Update your account on FSA
You can find out who your servicer is by logging into StudentAid.gov. Make sure your contact information is correct and change it if it’s not. Once logged in, you can find out who your loan service provider is and what your expected monthly payment will be.
Enroll in an income-driven repayment plan
Enroll in an income-driven repayment (IDR) plan to lower your monthly payment.
One misconception is that you must be low-income to use an IDR plan. You do not need to be low-income to qualify for SAVE.
SAVE, or Saving on a Valuable Education, is the replacement for the REPAYE income-driven repayment plan and available to all borrowers regardless of income. Borrowers already in the REPAYE plan will automatically be transferred to SAVE.
Enrolling in or switching an income-driven plan does not change your loan service provider.
Consolidate commercially held FFEL loans
If you have commercially held FFEL, Perkins, or HEAL loans, you must consolidate to Direct Consolidation Loan to take advantage of the new SAVE plan and the one-time payment adjustment by Dec. 31.
When you consolidate your loan, you may have a new loan servicer.
Use Fresh Start program to get out of default
If your loan was in default before the pandemic, you have until Dec. 31 to apply for the Fresh Start program to get out of default and in good standing.
Refinance vs. consolidation
If you have federal and private student loans, there are things to consider.
A direct loan consolidation of federal loans consolidates all of your federal loans into one payment. There’s no fee for a direct loan consolidation.

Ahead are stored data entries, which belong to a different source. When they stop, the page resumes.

/**
 * A phase cell: where an autonomous one-state law y' = f(y) settles. Every equilibrium in
 * [from, to] with its stability, the sign of f between them, poles and gaps; with `sweep`,
 * the equilibrium branches as a parameter runs over a range, and the folds where two meet
 * and vanish. The numerics are in numerics/phase/equilibria.ts and numerics/phase/sweep.ts.
 */
import type { PhaseCell } from '../study/types.ts';
import type { Binding, CellError, GraphNode, Law, Outcome, RunContext, Use } from '../engine/node.ts';
import { cellRef } from '../engine/node.ts';
import type { NodeOutput, PhaseFields } from '../engine/report.ts';
import { type Field, field, usesOf, lookupFrom, finiteQuantityOf, FieldError, fail, guarded } from './fields.ts';
import { type Quantity, report, describe, valueIn, deltaUnit } from '../units/quantity.ts';
import { phasePortrait } from '../numerics/phase/portrait.ts';
import { phaseSummary, sweepSummary } from '../output/summaries.ts';
import { sameDim, describeDim, TIME, DIMENSIONLESS, divDim } from '../units/dimension.ts';
import { lookupUnit, formatUnit, mulUnits } from '../units/units.ts';
import { compileLaw } from '../simulate/compile-law.ts';
import { derivative } from '../expression/derivative.ts';
import { findEquilibria, type PhaseAnalysis } from '../numerics/phase/equilibria.ts';
import { sweepEquilibria } from '../numerics/phase/sweep.ts';
import { attractsFrom } from '../numerics/phase/approach.ts';

export function phaseNodes(cell: PhaseCell, at: string): Array<GraphNode<NodeOutput<'phase'>>> {
  const problems: CellError[] = [];
  const from = field(cell.from, `${at}.from`, problems);
  const to = field(cell.to, `${at}.to`, problems);
  const sweep = cell.sweep && typeof cell.sweep === 'object' ? cell.sweep : undefined;
  const sFrom = sweep ? field(sweep.from, `${at}.sweep.from`, problems) : undefined;
  const sTo = sweep ? field(sweep.to, `${at}.sweep.to`, problems) : undefined;
  const refs: Use[] = [];
  if (typeof cell.rate === 'string') refs.push({ name: cellRef(cell.rate), path: `${at}.rate` });
  if (sweep && typeof sweep.name === 'string') refs.push({ name: sweep.name, path: `${at}.sweep.name`, readsStates: true });
  return [{
    key: `${cell.id}/phase`,
    cell: cell.id,
    defines: [],
    uses: [...usesOf([from, to, sFrom, sTo]), ...refs],
    allowsTime: false,
    signature: JSON.stringify(cell),
    problems,
    run: (ctx) => guarded(() => runPhase(cell, at, { from: from!, to: to!, sFrom, sTo }, ctx)),
  }];
}

function runPhase(cell: PhaseCell, at: string, f: { from: Field; to: Field; sFrom?: Field; sTo?: Field }, ctx: RunContext): Outcome<NodeOutput<'phase'>> {
  const b = ctx.binding(cellRef(cell.rate));
  if (b?.kind !== 'law') fail(`${at}.rate`, `cell "${cell.rate}" is not a rate cell`);
  const law = (b as Extract<Binding, { kind: 'law' }>).law;
  if (law.reads.includes('t')) fail(`${at}.rate`, `the phase line needs a law that does not change with time; the law of ${law.state} reads t`);
  const other = [...law.states.keys()].find((s) => s !== law.state);
  if (other) fail(`${at}.rate`, `the phase line needs a law of one state; the law of ${law.state} also reads the state ${other} (cell "${law.states.get(other)}")`);

  const lookup = lookupFrom(ctx);
  const stateQ = (si: number): Quantity => ({ ...law.initial, si });
  const bound = (fd: Field, what: string) => {
    const q = finiteQuantityOf(fd, lookup);
    if (!sameDim(q.dim, law.initial.dim)) fail(fd.path, `${what} must be ${describeDim(law.initial.dim)} like ${law.state}; it is ${describe(q)}`, 'unit');
    return q;
  };
  const from = bound(f.from, 'the lower end');
  const to = bound(f.to, 'the upper end');
  if (!(to.si > from.si)) fail(f.to.path, `the upper end (${describe(to)}) must be above the lower end (${describe(from)})`);
  const timeUnit = timeUnitOf(law);
  const slopeQ = (si: number): Quantity => ({ si, dim: divDim(DIMENSIONLESS, TIME), unit: [[timeUnit, -1]] });

  if (ctx.mode === 'check') return { ok: true, bindings: new Map(), output: { computed: false, message: 'checked; run the study to find the equilibria' } };

  const fy = compileLaw(law, [law.state]);
  const d = derivative(law.expr, law.state);
  const dfy = d ? compileLaw(law, [law.state], d) : undefined;
  const y = new Float64Array(1);
  const analysis = findEquilibria((v) => { y[0] = v; return fy(y); }, from.si, to.si,
    dfy ? { derivative: (v) => { y[0] = v; return dfy(y); } } : {});
  const output: NodeOutput<'phase'> = { ...describeAnalysis(analysis, stateQ, slopeQ, law) };
  const portrait = phasePortrait((v) => { y[0] = v; return fy(y); }, from.si, to.si, analysis.equilibria.map((e) => e.slope));
  const rateQ = (si: number): Quantity => ({ si, dim: divDim(law.initial.dim, TIME), unit: mulUnits(deltaUnit(law.stateUnit), [[timeUnit, 1]], -1) });
  const timeQ = (si: number): Quantity => ({ si, dim: TIME, unit: [[timeUnit, 1]] });
  const inState = (v: number | null) => (v === null ? null : valueIn(stateQ(v), law.initial.unit));
  output.plot = {
    stateUnit: formatUnit(law.initial.unit),
    rateUnit: formatUnit(rateQ(0).unit),
    timeUnit,
    y: portrait.y.map(inState),
    f: portrait.f.map((v) => (v === null ? null : valueIn(rateQ(v), rateQ(0).unit))),
    solutions: portrait.solutions.map((sol) => ({ start: inState(sol.start), t: sol.t.map((t) => valueIn(timeQ(t), timeQ(0).unit)), y: sol.y.map(inState) })),
  };
  output.summary = phaseSummary(law.state,
    analysis.equilibria.map((e) => ({ value: stateQ(e.value), stability: e.stability })),
    analysis.intervals.map((iv) => ({ ...(iv.from !== null ? { from: stateQ(iv.from) } : {}), ...(iv.to !== null ? { to: stateQ(iv.to) } : {}), sign: iv.sign })),
    analysis.poles.map((p) => stateQ(p.at)));

  if (cell.sweep) {
    const name = cell.sweep.name;
    const pb = ctx.binding(name);
    if (pb?.kind !== 'value') fail(`${at}.sweep.name`, `"${name}" is not a parameter`);
    const p0 = (pb as Extract<Binding, { kind: 'value' }>).q;
    if (!law.reads.includes(name)) {
      const via = law.reads.find((r) => ctx.upstream(r).has(name));
      fail(`${at}.sweep.name`, via
        ? `the law of ${law.state} reads "${via}", which is computed from "${name}": sweep a name the law reads directly`
        : `the law of ${law.state} does not read "${name}"`);
    }
    const pq = (fd: Field | undefined, what: string) => {
      const q = finiteQuantityOf(fd!, lookup);
      if (!sameDim(q.dim, p0.dim)) fail(fd!.path, `${what} must be ${describeDim(p0.dim)} like ${name}; it is ${describe(q)}`, 'unit');
      return q;
    };
    const pFrom = pq(f.sFrom, 'the sweep start');
    const pTo = pq(f.sTo, 'the sweep end');
    if (pFrom.si === pTo.si) fail(f.sTo!.path, 'the sweep must run over a range: its start and end are equal');
    const fyp = compileLaw(law, [law.state, name]);
    const dfyp = d ? compileLaw(law, [law.state, name], d) : undefined;
    const x = new Float64Array(2);
    const result = sweepEquilibria((v, p) => { x[0] = v; x[1] = p; return fyp(x); }, from.si, to.si, pFrom.si, pTo.si, cell.sweep.steps,
      dfyp ? { derivative: (v, p) => { x[0] = v; x[1] = p; return dfyp(x); } } : {});
    const paramQ = (si: number): Quantity => ({ ...p0, si });
    const sweepText = sweepSummary(name, law.state, result.branches.length,
      result.folds.map((fo) => ({ parameter: paramQ(fo.parameter), value: stateQ(fo.value), pair: fo.pair })));
    output.sweep = {
      parameter: name,
      range: [report(pFrom), report(pTo)],
      branches: result.branches.map((br) => br.points.map((pt) => ({ parameter: report(paramQ(pt.parameter)), value: report(stateQ(pt.value)), stability: pt.stability }))),
      folds: result.folds.map((fo) => ({ parameter: report(paramQ(fo.parameter)), value: report(stateQ(fo.value)), pair: fo.pair, located: fo.method, converged: fo.converged })),
      evaluations: result.evaluations,
      summary: sweepText,
      ...(result.warnings.length ? { warnings: [...result.warnings] } : {}),
      ...(result.budgetExhausted ? { incomplete: 'the evaluation budget ran out; the sweep may be incomplete' } : {}),
    };
  }
  return { ok: true, bindings: new Map(), output };
}

function describeAnalysis(a: PhaseAnalysis, stateQ: (si: number) => Quantity, slopeQ: (si: number) => Quantity, law: Law): Omit<PhaseFields, 'plot' | 'summary' | 'sweep'> {
  const end = (v: number | null) => (v === null ? null : report(stateQ(v)));
  const notes = [...a.warnings];
  for (const p of a.poles) notes.push(`the rate has a pole at ${law.state} = ${describe(stateQ(p.at))}: it changes sign there without passing through zero, so that point is not an equilibrium`);
  for (const g of a.gaps) notes.push(`the rate is not defined for ${law.state} from ${describe(stateQ(g.from))} to ${describe(stateQ(g.to))}`);
  for (const z of a.zeroIntervals) notes.push(`the rate is zero for every ${law.state} from ${describe(stateQ(z.from))} to ${describe(stateQ(z.to))}: each of those values is an equilibrium`);
  if (a.budgetExhausted) notes.push('the evaluation budget ran out; the analysis may be incomplete');
  return {
    equilibria: a.equilibria.map((e) => {
      const side = attractsFrom(e);
      return { ...report(stateQ(e.value)), stability: e.stability, slope: report(slopeQ(e.slope)), ...(side ? { attractsFrom: side } : {}) };
    }),
    intervals: a.intervals.map((iv) => ({ from: end(iv.from), to: end(iv.to), sign: iv.sign })),
    ...(a.poles.length ? { poles: a.poles.map((p) => report(stateQ(p.at))) } : {}),
    ...(a.jumps.length ? { jumps: a.jumps.map((p) => report(stateQ(p.at))) } : {}),
    ...(a.gaps.length ? { gaps: a.gaps.map((g) => ({ from: report(stateQ(g.from)), to: report(stateQ(g.to)) })) } : {}),
    ...(a.zeroIntervals.length ? { zeroIntervals: a.zeroIntervals.map((g) => ({ from: report(stateQ(g.from)), to: report(stateQ(g.to)) })) } : {}),
    evaluations: a.evaluations,
    ...(notes.length ? { notes } : {}),
  };
}

/** The time unit a law is written in: the first time unit among the values it reads; hours otherwise. */
function timeUnitOf(law: Law): string {
  for (const q of law.scope.values()) {
    const hit = q.unit.find(([n, p]) => p < 0 && sameDim(lookupUnit(n)!.dim, TIME));
    if (hit) return hit[0];
  }
  return 'h';
}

If you refinance a federal loan into a private loan, you become ineligible for federal benefits like income-driven repayment plans, public service loan forgiveness, any future loan forgiveness, and a discharge for disability.
If you die, your federal student loan debt dies with you if unpaid. Private student loans pass on to your estate, spouse, or heirs.
Ask your employer about SECURE 2.0
If your company has a matching retirement plan, ask about this new provision in SECURE 2.0 that counts student loan payments toward your 401(k). It’s effective in 2024.
Beware of student loan scams
There are several student loan scams pretending to be President Biden’s loan forgiveness. You never have to pay for federal student loan forgiveness or discharge.
Currently, there are only four ways to get your federal student loans discharged: Public Service Loan Forgiveness (PSLF); Disability Discharge, Borrower’s Defense; and the IDR discharge.